I'm currently reading about sections in tangent bundles, and there's very simple example
The collection of vector fields $\partial/\partial x, \partial/\partial y, \partial/\partial z$ is a smooth frame on $\mathbb{R}^3$.
I think specifically it is meant $\left. \partial/\partial x \right|_p,\left. \partial/\partial y \right|_p,\left. \partial/\partial z \right|_p$ I was trying to prove this using the provided definitions,
Definition A frame of a vector bundle $\pi : E \to M$ over an open set $U$ is a collection of sections $s_1,\ldots,s_r$ of $E$ over $U$ such that at each point $p \in U$, the elements $s_1(p),\ldots,s_r(p)$ form a basis for the fiber $E_p := \pi^{-1}(p)$. A frame $s_1,\ldots,s_r$ is said to be smooth or $C^{\infty}$ if $s_1,\ldots,s_r$ are $C^{\infty}$ sections of $E$ over $U$.
I think it's easy enough to show that $\left. \partial/\partial x \right|_p,\left. \partial/\partial y \right|_p,\left. \partial/\partial z \right|_p$ are sections of $T \mathbb{R}^3$, to show that for fixed $p$ they form a basis I define the vector
$$ X_p = \alpha \left. \partial/\partial x \right|_p + \beta \left. \partial/\partial y \right|_p +\gamma \left. \partial/\partial z \right|_p = 0 $$
And applying $X_p$ to the functions $x,y$ and $z$ gives me the linear independence. For the smoothness I'm not really sure. I think the reason is because the example doesn't really define the vector bundle precisely in this context. I think though I can take $E = T\mathbb{R}^3, M = \mathbb{R}^3$ and $\pi$ as the projection map I get a vector bundle, but this means that for each $p \in \mathbb{R}^3$ I have $\pi^{-1}(p) = \left\{ p \right\} \times \mathbb{R}^3$, and I can give to $\pi^{-1}(p)$ a vector space structure of dimension $0$, how do I get the continuity from here?

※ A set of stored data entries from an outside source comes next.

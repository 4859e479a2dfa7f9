import type { ActInput, BrewRef, MovementInput } from '#shared/schemas/ledger'
import { Fault } from '#shared/types/fault'
import type { FieldFault } from '#shared/types/problem'
import type { CellarState } from './cellarState'

/** Refuse an act with a word at each field that cannot be: what no schema sees, because it depends on the cellar or on another field. */
export function requireSound(input: ActInput, state: CellarState, beerCodes: readonly string[], today: string): void {
  const vessels = new Set(state.vessels.map(vessel => vessel.id))
  const codes = new Map([...state.brews.values()].map(brew => [brew.code, brew.brewedOn]))
  const beers = new Set(beerCodes)
  const ids = new Set<string>()
  const faults = input.movements.flatMap((movement, at) => {
    const found = faultsOf(movement, { vessels, codes, beers, state, today })
    if (ids.has(movement.id)) found.push({ field: 'id', message: 'Another movement of this act has this id.' })
    ids.add(movement.id)
    return found.map(({ field, message }) => ({ field: `movements.${at}.${field}`, message }))
  })
  // There are neither draws nor duties yet that an act could make or do.
  if (input.drawId) faults.push({ field: 'drawId', message: 'There is no such draw.' })
  if (input.dutyId) faults.push({ field: 'dutyId', message: 'There is no such duty.' })
  if (faults.length > 0) throw new Fault('invalid', 'Something in this act cannot be.', { errors: faults })
}

interface Around {
  vessels: ReadonlySet<string>
  /** The brew day of each code, those named earlier in the same act among them. */
  codes: Map<string, string>
  beers: ReadonlySet<string>
  state: CellarState
  today: string
}

function faultsOf(movement: MovementInput, around: Around): FieldFault[] {
  const faults: FieldFault[] = []
  const say = (field: string, message: string) => void faults.push({ field, message })
  if (!around.vessels.has(movement.vesselId)) say('vesselId', 'There is no such vessel.')
  if (movement.occurredOn > around.today) say('occurredOn', 'This day has not come yet.')
  if (movement.kind === 'move') {
    if (!around.vessels.has(movement.toVesselId)) say('toVesselId', 'There is no such vessel.')
    if (movement.toVesselId === movement.vesselId) say('toVesselId', 'Beer cannot be moved into the vessel that it is in.')
    if ((movement.lossLitres ?? 0) > movement.litres) say('lossLitres', 'More is lost on the way than leaves the vessel.')
  }
  if (movement.kind === 'in') {
    const fault = brewFault(movement.brew, movement.occurredOn, around)
    if (fault) say(fault.field, fault.message)
  }
  return faults
}

function brewFault(brew: BrewRef, rackedOn: string, { codes, beers, state }: Around): FieldFault | null {
  if ('id' in brew) {
    const known = state.brews.get(brew.id)
    if (!known) return { field: 'brew.id', message: 'There is no such brew.' }
    return known.brewedOn > rackedOn ? { field: 'brew.id', message: `It cannot be racked before it was brewed, on ${known.brewedOn}.` } : null
  }
  const known = codes.get(brew.code)
  if (known !== undefined && known !== brew.brewedOn) return { field: 'brew.brewedOn', message: `Brew ${brew.code} was brewed on ${known}. One code has one brew day.` }
  if (brew.beerCode !== undefined && !beers.has(brew.beerCode)) return { field: 'brew.beerCode', message: `No beer here has the code ${brew.beerCode}.` }
  codes.set(brew.code, brew.brewedOn)
  return brew.brewedOn > rackedOn ? { field: 'brew.brewedOn', message: 'It cannot be racked before it was brewed.' } : null
}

You want the $\partial/\partial x$ not just $\partial/\partial x|_p$, which is a vector in the tangent space at the point $p$. The $\partial/\partial x$ are vector fields, that is one vector in the tangent space at each point. In more fancy language, these are sections of the bundle $E=T\mathbb{R}^3$ over $M=\mathbb{R}^3$. Note that $E$ is isomorphic to $\mathbb{R}^6$. So $\pi$ is not the identity map but rather the projection to the base point. So $\pi^{-1}(p)=T_pM$ which is isomorphic to $\mathbb{R}^3$. The $\partial/\partial x$ are smooth sections because if you identify each tangent space with $\mathbb{R}^3$ there are just constant.